FakeBat Scenario: Small Business Software Trap
FakeBat Scenario: Small Business Software Trap
Planning Resources
Scenario Details for IMs
Hook
Initial Symptoms to Present:
Key Discovery Paths:
Detective Investigation Leads:
Protector System Analysis:
Tracker Network Investigation:
Communicator Stakeholder Interviews:
Mid-Scenario Pressure Points:
- Hour 2: Key client requests an immediate preview of presentation materials
- Hour 3: Leadership demands a firm timeline for restoring reliable project systems
- Hour 4: Client-facing staff report reputational risk from visible quality delays
Evolution Triggers:
- If containment exceeds 3 hours, secondary payload behavior escalates credential risk
- If browser persistence is not removed, reinfection continues after partial cleanup
- If update-source controls are not enforced, additional staff may repeat the same install path
Resolution Pathways:
Technical Success Indicators:
- Team identifies the masquerading update chain and removes persistence artifacts
- Endpoint controls block untrusted update sources and unauthorized extension installs
- Credential resets and session revocations stop ongoing account abuse
Business Success Indicators:
- Client deliverables proceed with controlled disruption and transparent risk messaging
- Service operations stabilize while remediation completes
- Security controls are added without disabling core consulting workflows
Learning Success Indicators:
- Team understands how software masquerading targets routine productivity behavior
- Participants recognize why verification controls matter in small organizations
- Group demonstrates practical balancing of delivery commitments and containment rigor
Common IM Facilitation Challenges:
If Team Focuses Too Heavily on Technical Details:
“How will your technical findings translate into a clear client-facing update before the presentation review call?”

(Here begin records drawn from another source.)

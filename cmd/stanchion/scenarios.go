package main

import (
	"context"
	"errors"
	"fmt"
	"path/filepath"
	"strings"

	"github.com/spf13/cobra"

	"stanchion/design"
	"stanchion/design/search"
	"stanchion/schedule"
	"stanchion/schedule/sidebyside"
	"stanchion/schedule/summary"
	"stanchion/schedule/workbook"
)

func scenariosCommand(con *console) *cobra.Command {
	var f runFlags
	var format, file string
	var texts []string
	c := &cobra.Command{
		Use:   "scenarios FILE",
		Short: "set a schedule under several settings side by side",
		Long: "Sizes one schedule under its own settings and under those of each scenario, and sets the outcomes\n" +
			"side by side: members that pass and fail, steel, different sections, and cost and embodied carbon\n" +
			"where there are rates. A scenario is a name and the settings that it changes. Scenarios come from\n" +
			"--scenario, from a table given with --scenarios, or from a sheet named Scenarios in the workbook:\n" +
			"a column headed Scenario with names, and columns headed by settings (a blank changes nothing).\n\n" +
			settingsHelp() + "\n\n" + scenarioStatuses + "\n\n" + cautionHelp,
		Example: `  stanchion scenarios examples/ottermere-depot.xlsx --scenario "S275: grade=S275" --scenario "few: sizes=12"
  stanchion scenarios loads.xlsx --scenarios options.csv -o options.xlsx
  stanchion scenarios loads.csv --set cost=1850 --scenario "tubes: families=CHS, SHS; hollow sections=cold"`,
		Args: oneFile,
		RunE: func(c *cobra.Command, args []string) error {
			con.quiet = f.quiet
			s := &scenariosRun{con: con, cmd: c, flags: &f, input: args[0], format: format, file: file, texts: texts}
			return s.do(c.Context())
		},
	}
	f.bindApart(c, "the table", ".xlsx, .csv or .txt", &format)
	c.Flags().StringArrayVar(&texts, "scenario", nil, "`\"NAME: setting=value; ...\"`; may be repeated")
	c.Flags().StringVar(&file, "scenarios", "", "`FILE` with a table of scenarios")
	return c
}

const scenarioStatuses = `Exit status:
  0    every member passes in every scenario
  1    finished; in a scenario a member fails or has no section, or it cannot be met
  2    finished; a row could not be read
  3    nothing written: bad usage or setting, unreadable file, no header, two
       headers for one field, no members, or an output that cannot be written
  130  interrupted; nothing written`

// scenariosRun is one run of scenarios.
type scenariosRun struct {
	con     *console
	cmd     *cobra.Command
	flags   *runFlags
	input   string
	format  string
	file    string
	texts   []string
	table   *sidebyside.Table
	decimal byte
	paper   schedule.Paper // of the schedule as given
	count   [4]int
	unmet   bool
}

func (s *scenariosRun) do(ctx context.Context) error {
	if s.input == stdio {
		return usage(s.cmd, "-: scenarios read the schedule more than once: name a file")
	}
	first := s.run(nil)
	write, err := s.writer(first)
	if err != nil {
		return err
	}
	list, err := s.scenarios(ctx)
	if err != nil {
		return err
	}
	s.table = &sidebyside.Table{File: filepath.Base(s.input)}
	for _, sc := range append([]schedule.Scenario{{Name: schedule.AsGiven}}, list...) {
		if err := s.try(ctx, &sc); err != nil {
			return err
		}
	}
	s.table.Measure()
	if err := first.writeApart(ctx, scenariosEarlier, write); err != nil {
		return err
	}
	if out := s.flags.output; out != "" && out != stdio {
		for _, remark := range s.table.Remarks() { // what the exit status rests on
			s.con.say("%s", wrap("✗ "+remark, screenWidth-2, "  "))
		}
		s.con.say("Written: %s", out)
	}
	if s.unmet {
		s.count[design.Fails]++
	}
	return verdict(&s.count)
}

// run makes a run with the settings of a scenario added to those of the command
// line.
func (s *scenariosRun) run(more []schedule.Assignment) *run {
	r := newRun(s.con, s.cmd, s.flags, s.input, search.Size)
	r.more = more
	return r
}

// scenarios gathers the scenarios from wherever they are given.
func (s *scenariosRun) scenarios(ctx context.Context) ([]schedule.Scenario, error) {
	var list []schedule.Scenario
	for _, text := range s.texts {
		sc, err := schedule.ParseScenario(text)
		if err != nil {
			return nil, usage(s.cmd, "--scenario: %v", err)
		}
		list = append(list, sc)
	}
	fromFile, err := s.fromFile(ctx)
	if err != nil {
		return nil, err
	}
	list = append(list, fromFile...)
	if len(list) == 0 {
		return nil, usage(s.cmd, "no scenario: give --scenario, --scenarios, or a sheet named Scenarios in the workbook")
	}
	return list, schedule.CheckScenarios(list)
}

// fromFile reads the table of scenarios: the file that is named or, where no
// scenario is given otherwise, the schedule's own sheet.
func (s *scenariosRun) fromFile(ctx context.Context) ([]schedule.Scenario, error) {
	path := s.file
	if path == "" {
		if len(s.texts) > 0 || !workbook.Is(s.input) {
			return nil, nil
		}
		path = s.input
	}
	src, err := openSource(ctx, s.con, path)
	if err != nil {
		return nil, err
	}
	defer src.Close()
	sheet, ok := schedule.ScenariosSheet(src)
	switch {
	case !ok && s.file == "":
		return nil, nil
	case !ok && len(src.Sheets()) > 0:
		sheet = src.Sheets()[0]
	}
	return schedule.ReadScenarios(src, sheet)
}

// gathered keeps every member with its result.
type gathered struct{ lines []summary.Line }

func (g *gathered) put(m *schedule.Member, res *design.Result) error {
	g.lines = append(g.lines, summary.Line{Member: m, Result: *res})
	return nil
}

func (g *gathered) finish(context.Context) error { return nil }

// try designs the schedule under one scenario. What cannot be read ends the
// run; what cannot be met is told in its row.
func (s *scenariosRun) try(ctx context.Context, sc *schedule.Scenario) error {
	r := s.run(sc.Settings)
	if err := r.flags.check(r.cmd); err != nil {
		return err
	}
	if err := r.read(ctx); err != nil {
		if where := fmt.Sprintf("scenario %q", sc.Name); len(sc.Settings) > 0 && !strings.HasPrefix(err.Error(), where) {
			err = fmt.Errorf("%s: %w", where, err)
		}
		return err
	}
	defer r.source.Close()
	if len(sc.Settings) == 0 {
		s.paper = r.plan.Settings.Paper
	}
	s.decimal = r.plan.Decimal
	all := &gathered{}
	r.out, r.tally = &outputs{sinks: []sink{all}}, newTally(r)
	row := sidebyside.Row{Name: sc.Name, Changes: sc.Changes()}
	var defect *search.BugError
	err := r.design(ctx)
	switch {
	case ctx.Err() != nil:
		return ctx.Err()
	case errors.As(err, &defect):
		s.con.fail(err)
	case err != nil:
		row.Why, s.unmet = err.Error(), true
		s.table.Rows = append(s.table.Rows, row)
		return nil
	}
	r.fillRow(&row, all.lines)
	for i, n := range r.tally.Count {
		s.count[i] += n
	}
	s.table.Rows = append(s.table.Rows, row)
	return nil
}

If Business Stakeholders Are Ignored:
“Leadership is asking which systems can be trusted today and which workflows require manual fallback. What is your recommendation?”
If Software Masquerading Is Missed:
“Why were these update prompts convincing to experienced consultants under deadline pressure, and how will you prevent that pattern next week?”

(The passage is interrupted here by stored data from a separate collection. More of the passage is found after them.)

package main

import (
	"context"
	"errors"
	"fmt"
	"io"
	"os"
	"path/filepath"
	"strconv"
	"strings"

	"github.com/spf13/cobra"

	"stanchion/design/building"
	"stanchion/design/search"
	"stanchion/schedule/tradeoff"
	"stanchion/schedule/workbook"
)

func sizesCommand(con *console) *cobra.Command {
	var f runFlags
	var format string
	var most int
	c := &cobra.Command{
		Use:   "sizes FILE",
		Short: "show what it costs to use few different sections",
		Long: "Finds for 1, 2, 3 ... different sections over the whole schedule the choice that needs the least\n" +
			"steel (or cost, or carbon: the setting objective), so that the number can be chosen from which on\n" +
			"more help little; then `size FILE --set sizes=N` uses it. Stacks, groups and given sections are\n" +
			"respected; a section in two grades counts once. Every line is the proven least, or says how far\n" +
			"below it the least may lie.\n\n" +
			settingsHelp() + "\n\n" + exitStatuses + "\n\n" + cautionHelp,
		Example: `  stanchion sizes examples/ottermere-depot.xlsx
  stanchion sizes loads.xlsx --most 20 --set splices="every 2"
  stanchion sizes loads.xlsx -o sizes.xlsx
  stanchion sizes loads.csv -o sizes.svg --set objective=cost --set cost=1850`,
		Args: oneFile,
		RunE: func(c *cobra.Command, args []string) error {
			r := &sizesRun{run: newRun(con, c, &f, args[0], search.Size), format: format, most: most}
			return r.do(c.Context())
		},
	}
	f.bindApart(c, "the table", ".xlsx, .csv, .txt, .svg or .png", &format)
	c.Flags().IntVar(&most, "most", 12, "`NUMBER` of different sections to go up to")
	return c
}

// sizesRun is one run of sizes.
type sizesRun struct {
	*run
	format string
	most   int
	table  *tradeoff.Table
}

func (r *sizesRun) do(ctx context.Context) error {
	write, err := r.writer()
	if err != nil {
		return err
	}
	if r.most < 1 || r.most > 1000 {
		return usage(r.cmd, "--most %d: give a number from 1 to 1000", r.most)
	}
	if err := r.flags.check(r.cmd); err != nil {
		return err
	}
	if err := r.read(ctx); err != nil {
		return err
	}
	defer r.source.Close()
	r.plan.Settings.Together.MostSizes = r.most
	r.out, r.tally = &outputs{}, newTally(r.run)
	var few *building.TooFewSizesError
	if err := r.design(ctx); errors.As(err, &few) {
		return fmt.Errorf("%w (--most %d)", err, r.most+12)
	} else if err != nil {
		return err
	}
	r.table = r.sizesTable()
	if err := r.writeApart(ctx, sizesEarlier, write); err != nil {
		return err
	}
	r.say()
	return verdict(&r.tally.Count)
}

// sizesTable is the trade-off of the run's sizes.
func (r *run) sizesTable() *tradeoff.Table {
	s := &r.plan.Settings
	t := tradeoff.Of(filepath.Base(r.input), r.curve, r.anySizes, s.Design.Rates.Objective)
	t.NewOnly = r.reclaim != nil && r.reclaim.Used > 0
	t.Splices = s.Together.Splices == building.WhereItPays && s.Together.SpliceCost > 0
	return t
}

// writer returns how the table is written.
func (r *sizesRun) writer() (func(io.Writer) error, error) {
	format, toFile := r.apartFormat(r.format)
	switch {
	case format == "text" && !toFile, format == "txt" && toFile:
		return r.text, nil
	case format == "csv":
		return func(w io.Writer) error { return r.table.WriteCSV(w, r.plan.Decimal) }, nil
	case format == "xlsx" && toFile:
		return func(w io.Writer) error {
			return workbook.WriteNew(w, workbook.Laid([]workbook.Sheet{r.table.Page(tradeoff.Sheet)}, r.plan.Settings.Paper))
		}, nil
	case (format == "svg" || format == "png") && toFile:
		return func(w io.Writer) error { return r.table.WritePicture(w, format) }, nil
	case toFile:
		return nil, usage(r.cmd, "-o %s: name a file ending in .xlsx, .csv, .txt, .svg or .png", r.flags.output)
	}
	return nil, usage(r.cmd, "--format %s: give text or csv", format)
}

// sizesTitle opens the table in text.
const sizesTitle = "Sizes for "

func (r *sizesRun) text(w io.Writer) error {
	lines := append([]string{sizesTitle + r.plan.File, ""}, sizesLines(r.table, "")...)
	_, err := io.WriteString(w, strings.Join(lines, "\n")+"\n")
	return err
}

// sizesLines is the table for a screen or a page, with its remarks.
func sizesLines(table *tradeoff.Table, indent string) []string {
	name, unit, _ := strings.Cut(table.Quantity(), ", ")
	t := newTable(indent+"Sizes", ">"+name+" "+unit, ">above least", ">one more saves", "least", "sections")
	const sectionsWide = 46
	for _, l := range table.Served() {
		saves := ""
		if l.Saves > 0 {
			saves = fixed(l.Saves, table.Decimals())
		}
		sections := wrapList(l.Sections, sectionsWide)
		t.add(indent+strconv.Itoa(l.Most), fixed(l.Amount, table.Decimals()), fixed(100*l.Above, 1)+" %", saves, l.Proof(), sections[0])
		for _, more := range sections[1:] {
			t.add("", "", "", "", "", more)
		}
	}
	lines := append(t.lines(), "")
	for _, s := range table.Remarks() {
		lines = append(lines, indent+wrap(s, screenWidth-2, indent+"  "))
	}
	return lines
}

// sizesEarlier reports whether an earlier run wrote such a file.
func sizesEarlier(path string) bool {
	return workbook.WrittenByUs(path) || beginsWith(path, func(line string) bool {
		return tradeoff.IsCSV(line) || strings.HasPrefix(line, sizesTitle)
	}) || isPicture(path)
}

// isPicture reports whether an earlier run drew a picture.
func isPicture(path string) bool {
	file, err := os.Open(path)
	if err != nil {
		return false
	}
	defer file.Close()
	begins, err := io.ReadAll(io.LimitReader(file, 1<<10))
	return err == nil && tradeoff.IsPicture(begins)
}

// say tells a person what became of the run where the table went to a file,
// and what to look at.
func (r *sizesRun) say() {
	if out := r.flags.output; out != "" && out != stdio {
		r.con.say("Written: %s", out)
	}
	if r.con.quiet {
		return
	}
	if c := &r.tally.Count; c[1]+c[2]+c[3] > 0 {
		r.sayOutcome()
		r.print("Columns without a section that passes are not counted.")
		r.sayNotRead()
	}
}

Success Metrics for Session:
Template Compatibility
Quick Demo (35-40 min)
- Rounds: 1
- Actions per Player: 1
- Investigation: Guided
- Response: Pre-defined
- Focus: Use Hook and Initial Symptoms for rapid setup. Present guided clues at short intervals, then move to immediate containment and communication choices.
Lunch & Learn (75-90 min)
- Rounds: 2
- Actions per Player: 2
- Investigation: Guided
- Response: Pre-defined
- Focus: Expand decision pressure across technical containment, client confidence, and governance obligations.
Full Game (120-140 min)
- Rounds: 3
- Actions per Player: 2
- Investigation: Open
- Response: Creative
- Focus: Players design and justify their own response path balancing operational, legal, and reputational outcomes.

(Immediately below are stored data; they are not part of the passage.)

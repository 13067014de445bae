package main

import (
	"encoding/csv"
	"errors"
	"fmt"
	"io"
	"os"
	"path/filepath"
	"strings"

	"github.com/spf13/cobra"

	"stanchion/design"
	"stanchion/design/ec3"
)

func nationalCommand(con *console) *cobra.Command {
	return &cobra.Command{
		Use:   "national [SET]...",
		Short: "show the national sets, each value with where it comes from",
		Long: "Shows the nationally determined parameters of the built-in sets or of your own.\n\n" +
			"A set of your own is a CSV of name, value and, where you like, source. Its first line may be\n" +
			"`base,UK` to name the set that it starts from (EN where none is named). Give the file's name\n" +
			"in place of a set's: --set national=ours.csv.\n\n" + plainStatuses,
		Example: "  stanchion national UK\n  stanchion national",
		RunE: func(_ *cobra.Command, args []string) error {
			sets := ec3.NationalSets()
			if len(args) > 0 {
				sets = nil
			}
			for _, name := range args {
				n, err := nationalSet(name, stdio)
				if err != nil {
					return err
				}
				sets = append(sets, n)
			}
			showNational(con.out, sets)
			return nil
		},
	}
}

func showNational(w io.Writer, sets []design.National) {
	for i := range sets {
		if i > 0 {
			fmt.Fprintln(w)
		}
		fmt.Fprintln(w, sets[i].Name)
		t := newTable("", "", "")
		for _, v := range ec3.NationalValues(&sets[i]) {
			t.add("  "+v.Name, v.Value, v.Source)
		}
		for _, line := range t.lines()[1:] {
			fmt.Fprintln(w, line)
		}
	}
}

// nationalSet returns the built-in set of a name, or the user's own where the
// name is that of a file. schedule is the file that names it, for the folder.
func nationalSet(name, schedule string) (design.National, error) {
	n, err := ec3.NationalSet(name)
	if err == nil || !strings.EqualFold(filepath.Ext(strings.TrimSpace(name)), ".csv") {
		return n, err
	}
	return readNational(findFile(strings.TrimSpace(name), schedule))
}

// readNational reads a national set of the user's own.
func readNational(path string) (design.National, error) {
	var none design.National
	f, err := os.Open(path)
	if err != nil {
		return none, fmt.Errorf("national set %s: %w", path, plainCause(err))
	}
	defer f.Close()
	r := csv.NewReader(f)
	r.FieldsPerRecord = -1
	r.TrimLeadingSpace = true
	n, err := ec3.NationalSet("EN")
	if err != nil {
		return none, err
	}
	begun := false
	for {
		rec, err := r.Read()
		if errors.Is(err, io.EOF) {
			break
		}
		if err != nil {
			return none, fmt.Errorf("%s: %w", path, err)
		}
		if err := applyNationalLine(&n, rec, &begun); err != nil {
			line, _ := r.FieldPos(0)
			return none, fmt.Errorf("%s, line %d: %w", path, line, err)
		}
	}
	n.Name = path
	return n, nil
}

// applyNationalLine applies one line of a user's set; begun tells that a value
// was applied before.
func applyNationalLine(n *design.National, rec []string, begun *bool) error {
	for i := range rec {
		rec[i] = strings.TrimSpace(strings.TrimPrefix(rec[i], "\ufeff"))
	}
	if len(rec) < 2 {
		return errors.New("a line needs a name and a value")
	}
	name, value := rec[0], rec[1]
	switch strings.ToLower(name) {
	case "name", "parameter":
		return nil // a heading
	case "base":
		if *begun {
			return errors.New("the set that it starts from must stand before the values")
		}
		base, err := ec3.NationalSet(value)
		*n = base
		return err
	}
	*begun = true
	source := "the user's own set"
	if len(rec) > 2 && rec[2] != "" {
		source = rec[2]
	}
	return ec3.SetNational(n, name, value, source)
}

Advanced Challenge (150-170 min)
- Rounds: 3
- Actions per Player: 2
- Investigation: Open
- Response: Creative
- Complexity: Add conflicting signals from legitimate updates and partial telemetry to force evidence-based prioritization.
Quick Demo Materials (35-40 min)
Guided Investigation Clues
Clue 1 (Minute 5): “Multiple project workstations downloaded unsigned update executables from lookalike vendor domains registered in the last week.”
Clue 2 (Minute 10): “The binaries are not vendor-signed and install browser extensions with broad content-modification permissions.”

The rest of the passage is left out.